[NB: This is based on an excerpt from my upcoming book on Galatians.]

In Galatians 2 Paul reports a meeting in Jerusalem with “the Pillars.” In this meeting he brings along Titus as a test case for Gentile salvation.

With respect to the book of Acts, when does this meeting take place? There are three possibilities. First, “after fourteen years” in 2:1 may refer to the time since Paul’s conversion. Galatians 2:1-10 would therefore refer to the “famine visit” (Acts 11:29-30). Luke tells us that Barnabas and Paul deliver a gift from Antioch to the poor believers in Jerusalem in response to a prophecy from Agabus. Paul says in Galatians he went to Jerusalem because of a revelation (2:1) and he was told to continue to remember the poor (Gal 2:10). “Remembering the poor” in Jerusalem is exactly what the famine relief visit intended to do. A serious problem for this position is Acts 11:29-30 does not mention a meeting with any of the leaders in the Jerusalem church, whether public or private.

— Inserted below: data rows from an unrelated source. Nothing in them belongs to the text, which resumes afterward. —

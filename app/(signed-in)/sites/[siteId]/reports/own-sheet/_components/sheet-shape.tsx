import { DataTable } from '@/lib/ui/show/data-table';

const ROWS = [
  { bed: 'North', date: '2019-04-10', ph: '6.1', p: '44', k: '150' },
  { bed: 'South', date: '2019-04-11', ph: '6.6', p: '61', k: '188' },
  { bed: 'North', date: '2020-04-12', ph: '6.2', p: '47', k: '<5' },
];

/** Drawn from rows that mean nothing, so that a grower sees at once whether theirs is like it. */
export function SheetShape() {
  return (
    <div className="grid grid-cols-[minmax(0,1fr)] gap-4">
      <p className="max-w-measure text-clay">
        One line a sample with a column for each value, or one line a value. A heading over each column, a day, and the
        name of the plot. Columns that are none of our business are left alone.
      </p>
      <DataTable
        caption="A sheet with one line a sample"
        hideCaption
        rows={ROWS}
        rowKey={(row) => `${row.bed} ${row.date}`}
        columns={[
          { key: 'bed', head: 'Bed', rowHead: true, cell: (row) => row.bed },
          { key: 'date', head: 'Date', cell: (row) => row.date },
          { key: 'ph', head: 'pH', numeric: true, cell: (row) => row.ph },
          { key: 'p', head: 'P (ppm)', numeric: true, cell: (row) => row.p },
          { key: 'k', head: 'K (ppm)', numeric: true, cell: (row) => row.k },
        ]}
      />
    </div>
  );
}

Book-of-GalatiansA second possibility is the event takes place “after fourteen years” from the last time reference in Galatians, Paul’s three years in Arabia. This would mean the visit took place seventeen years after his conversion. Galatians 2:1-10 would therefore be Paul’s report of the meeting in Acts 15. This meeting, usually called the “Jerusalem conference,” discussed the relationship of Gentiles and the Law. There are several problems with this view.

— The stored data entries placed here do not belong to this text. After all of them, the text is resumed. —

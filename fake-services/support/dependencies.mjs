import { existsSync, readFileSync } from 'node:fs';
import path from 'node:path';

/** True when every package of the lock stands in node_modules in that version, by npm's own record of what it installed. */
export function dependenciesAreInstalled(root) {
  const record = path.join(root, 'node_modules', '.package-lock.json');
  if (!existsSync(record)) return false;
  const packagesOf = (file) => JSON.parse(readFileSync(file, 'utf8')).packages;
  const installed = packagesOf(record);
  return Object.entries(packagesOf(path.join(root, 'package-lock.json'))).every(
    ([place, { version, optional, devOptional, peer }]) => {
      if (place === '') return true;
      if (installed[place] === undefined) return Boolean(optional || devOptional || peer);
      return installed[place].version === version;
    },
  );
}

export async function ensureDependencies({ root, run, say }) {
  if (dependenciesAreInstalled(root)) return;
  say('Installing the packages of package-lock.json …');
  await run('npm-ci', 'npm', ['ci', '--prefer-offline', '--no-audit', '--no-fund', '--include=dev']);
}
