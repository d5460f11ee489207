import { mailPreference } from '@/db/schema';
import { mailTokenInput } from '@/lib/schemas/reminders';
import { withPeople } from '../transaction';
import { publicVerb } from '../verb';
import { readLinkToken } from './linkToken';

/** Ends one kind of mail for the person the link was written to. Asking twice is the same as asking once. */
export const unsubscribe = publicVerb({
  input: mailTokenInput,
  run: ({ ctx, input }) =>
    withPeople(async (tx) => {
      const link = await readLinkToken(tx, ctx, input.token, 'unsubscribe');
      const kind = link.payload.kind ?? 'reminder';
      await tx
        .insert(mailPreference)
        .values({ personId: link.personId, kind, wanted: false, changedAt: ctx.now })
        .onConflictDoUpdate({
          target: [mailPreference.personId, mailPreference.kind],
          set: { wanted: false, changedAt: ctx.now },
        });
      return { done: true as const };
    }),
});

In Acts 15, Paul does not go to Jerusalem in response to a revelation. He is responding to some teachers in Antioch who are arguing Gentiles must submit to circumcision. Second, there is no reference to Titus in Acts 15, in fact, Titus is not mentioned at all in Acts. Third, the meeting in Acts 15 seems public: “the apostles and elders gathered.” In Gal 2: 2 Paul specifically states he met privately with those who were “influential.” Fourth, while the issue in both Acts 15 and Gal 2:1-10 is circumcision of Gentile believers, Paul does not refer to the decision of the conference or the letter drafted by James in his letter to the Galatians. The only hint is that Paul was told to continue to remember the poor, but he has already been doing that for some time by Acts 15.

A third possibility is Paul went to Jerusalem on another occasion and met with the leaders of the Jerusalem church. This would mean Gal 2:1-10 does not refer to either Acts 11:29-30 or Acts 15. If it is the case, Paul does not mention the famine visit in the letter. It is possible he did not need to since he did not meet with any leaders at that time. Potentially this could be a problem if his opponents pointed out that Paul had more contact with Jerusalem than he admitted on in his letter.

All things considered, I think the third option is best for understanding this meeting in Gal 2:1-10. At some time prior to Acts 15, perhaps even before his first missionary journey, Paul met with Peter and James in order to establish a precedence for Gentiles who accept Jesus as savior. Paul’s success among the Gentiles created a class of believer who was neither ethnically Jewish nor a convert (or near-convert) to Judaism. At the time of this meeting, Peter and James agree these Gentiles are not converting to a form of Judaism and are therefore not required to keep the Old Covenant.

I realize this is something of a controversial issue – Longenecker and Still simply state the problem and point the reader to more technical discussions in the commentaries (Thinking Through Paul, 92). How does an early date (before the Jerusalem conference in Acts 15) change the way one reads Galatians? Or, alternatively, if the letter was written after Acts 15, how does Paul’s description of the event in Galatians differ from Acts?